If equity markets in 2017 were defined by historically low volatility, that trend was blown up just six weeks into 2018, as the S&P 500 lost more than 3.5 percentage points – and bounced back again – in the space of just 15 minutes. The Vix index of S&P 500 implied volatility also experienced a violent move around the same time. It finished the day at 37.32, having opened on Friday at 13.64.
It was yet another example of the intraday stress events market-makers are facing on an increasingly regular basis. For Citadel Securities, the event helped justify an overhaul of its risk management framework, implemented at the beginning of the year to cope better with these short, extreme bouts of volatility.
“As a result of the changes we implemented, we were able to spot the risk, adjust our risk budget in real time in ETFs [exchange-traded funds] and options markets,” says Frank Krepelka, head of risk and trading operations at Citadel Securities.
By being able to alter its own risk limits in real time, the firm could increase its market-making capabilities in products requiring more liquidity. Previously, it used static risk controls, which were less flexible and required a manual process for adjusting the risk budget. Moving to an automated system enables Citadel to dial up or dial down individual businesses’ risk limits in real time – such as during flash, highly volatile events – while at the same time ensuring the firm’s overall risk limit is not breached.
This change was partly inspired by the volatility of August 2015, when China devalued its currency for a second consecutive day, sending shockwaves across financial markets. Other events also contributed, including the US Treasuries flash rally in 2014 and the Swiss National Bank de-pegging event in 2015.
“These types of events are occurring more and more, and we really wanted to be prepared for the next one to make sure that we continue to have the risk budget in place and capacity to stay in the market no matter what happens,” says Krepelka.
Citadel also overhauled its capital management framework, which works hand-in-hand with the new market risk structure. By looking at datasets to analyse the firm’s historical use of capital, Krepelka says it has been able to take better capital forecasts for the business.
“Ordinarily in volatility ETFs, we would have certain capital usage and a certain risk usage, but during the February 5 event, we were able to reach into our buffers and add more capacity to those areas in real time, because those are the areas that were experiencing volatility,” he says.
This practice of adjusting risk and capital limits in real-time is managed by the firm’s desk supervisors and risk managers, who do this according to policies set in conjunction with the firm’s independent risk and treasury functions. The business also has an electronic trading risk management committee which helps the firm share ideas between its different market-making businesses on a monthly basis and drives the strategy for managing risks that arise with automated trading.
Citadel has been busy innovating its product offering to help consolidate its market share across US retail and institutional markets.

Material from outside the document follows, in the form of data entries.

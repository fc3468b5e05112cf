import { choleskyFactor, choleskySolve } from './cholesky.js';

/**
 * minimise 1/2 x'H x - g'x subject to 0 <= x_i <= upper_i, with H symmetric positive definite.
 *
 * Primal-dual active set (Hintermueller, Ito & Kunisch 2003): guess which variables sit on a bound, solve for the
 * free ones by Cholesky, free those whose multiplier has the wrong sign, bind those outside, repeat. A warm start
 * usually needs one or two rounds. Where the sets cycle, projected coordinate descent takes over and the active set
 * finishes. The minimum is unique, so the warm start changes the time, never the answer (to rounding).
 */
export interface BoxQp {
  readonly n: number;
  /** Row-major n x n, filled by the caller; both triangles are read. */
  readonly h: Float64Array;
  readonly g: Float64Array;
  readonly upper: Float64Array;
  /** The answer, and the warm start's values. */
  readonly x: Float64Array;
  /** Where each variable sits: 0 free, -1 at zero, 1 at its upper bound. The warm start. */
  readonly place: Int8Array;
  /** Rounds used by the last solve, and whether coordinate descent was needed. */
  rounds: number;
  fellBack: boolean;
  readonly work: Float64Array;
  readonly rhs: Float64Array;
  readonly free: Int32Array;
}

export function createBoxQp(n: number): BoxQp {
  return {
    n,
    h: new Float64Array(n * n),
    g: new Float64Array(n),
    upper: new Float64Array(n),
    x: new Float64Array(n),
    place: new Int8Array(n).fill(1),
    rounds: 0,
    fellBack: false,
    work: new Float64Array(n * n),
    rhs: new Float64Array(n),
    free: new Int32Array(n),
  };
}

const MOST_ROUNDS = 25;

/** Solves in place; throws only when H is not positive definite (a caller's mistake). */
export function solveBoxQp(qp: BoxQp): void {
  qp.fellBack = false;
  if (activeSet(qp)) return;
  qp.fellBack = true;
  for (let attempt = 0; attempt < 6; attempt++) {
    coordinateDescent(qp, 200 * (attempt + 1), 1e-15);
    if (activeSet(qp)) return;
  }
  coordinateDescent(qp, 20000, 0);
}

function activeSet(qp: BoxQp): boolean {
  const { n, h, g, upper, x, place, work, rhs, free } = qp;
  for (let round = 1; round <= MOST_ROUNDS; round++) {
    qp.rounds = round;
    let m = 0;
    for (let i = 0; i < n; i++) {
      if (place[i] === 0) free[m++] = i;
      else x[i] = place[i]! < 0 ? 0 : upper[i]!;
    }
    for (let a = 0; a < m; a++) {
      const i = free[a]!;
      const row = i * n;
      let s = g[i]!;
      for (let j = 0; j < n; j++) if (place[j]! > 0) s -= h[row + j]! * upper[j]!;
      rhs[a] = s;
      for (let b = 0; b <= a; b++) work[a * n + b] = h[row + free[b]!]!;
    }
    if (!choleskyFactor(m, n, work)) throw new RangeError('the quadratic programme is not positive definite');
    choleskySolve(m, n, work, rhs);
    for (let a = 0; a < m; a++) x[free[a]!] = rhs[a]!;
    let changed = false;
    for (let a = 0; a < m; a++) {
      const i = free[a]!;
      if (x[i]! < 0) {
        place[i] = -1;
        changed = true;
      } else if (x[i]! > upper[i]!) {
        place[i] = 1;
        changed = true;
      }
    }
    const freed = changed;
    for (let i = 0; i < n; i++) {
      const p = place[i]!;
      if (p === 0) continue;
      // Variables bound in this very round are judged in the next.
      if (freed && (x[i]! < 0 || x[i]! > upper[i]!)) continue;
      const row = i * n;
      let slope = g[i]!;
      for (let j = 0; j < n; j++) slope -= h[row + j]! * x[j]!;
      const small = 1e-14 * (Math.abs(g[i]!) + h[row + i]! * upper[i]!);
      if ((p > 0 && slope < -small) || (p < 0 && slope > small)) {
        place[i] = 0;
        changed = true;
      }
    }
    if (!changed) return true;
  }
  return false;
}

/** Projected coordinate descent from the present x; leaves `place` set by where the variables ended. */
export function coordinateDescent(qp: BoxQp, sweeps: number, tolerance: number): void {
  const { n, h, g, upper, x, place } = qp;
  for (let i = 0; i < n; i++) x[i] = Math.min(upper[i]!, Math.max(0, x[i]!));
  for (let sweep = 0; sweep < sweeps; sweep++) {
    let moved = 0;
    for (let i = 0; i < n; i++) {
      const row = i * n;
      let s = g[i]!;
      for (let j = 0; j < n; j++) s -= h[row + j]! * x[j]!;
      const next = Math.min(upper[i]!, Math.max(0, x[i]! + s / h[row + i]!));
      const scale = upper[i]! > 0 ? upper[i]! : 1;
      moved = Math.max(moved, Math.abs(next - x[i]!) / scale);
      x[i] = next;
    }
    if (moved <= tolerance) break;
  }
  for (let i = 0; i < n; i++) place[i] = x[i]! <= 0 ? -1 : x[i]! >= upper[i]! ? 1 : 0;
}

The firm’s total market share in US equities now exceeds the 20% it had 12 months ago and the 17% it clocked two years prior.
Clients put this down, in part, to enhancements to non-marketable limit order fill rates – stock orders that are not immediately executable as they are not aggressing the current bid-offer. Typically this volume would go to the exchanges, but by going to Citadel directly, the customer is receiving a 2%–5% increase in its fill rate versus the exchange.
The market-maker has also improved the productivity of its algo offering for clients in benchmark orders, growing the number of shares executed in this manner by 36%.
One of the highlights for the firm was its direct listing of Spotify stock on the New York Stock Exchange (NYSE) on April 3. Typically, an initial public offering (IPO) will involve an underwriter and bookrunners, which gives some security on the listing and helps drum up interest in the stock.
“What was different with Spotify is the direct listing essentially eliminated the entire pre-IPO underwriting and book-building process,” says Joe Mecane, head of execution services at Citadel Securities. “In that scenario, you want someone who has the trading expertise to be able to handle that unknown, handle the stock pricing, and be able to transition the stock from the private market to the public market in one transaction.”
In this scenario, Citadel was selected to run the transition of stock from the private to the public market in one transaction – a first for the NYSE.
“This was not only the first one that has been done on the NYSE, but also the largest by far of any that has ever been done on any exchange,” says Mecane.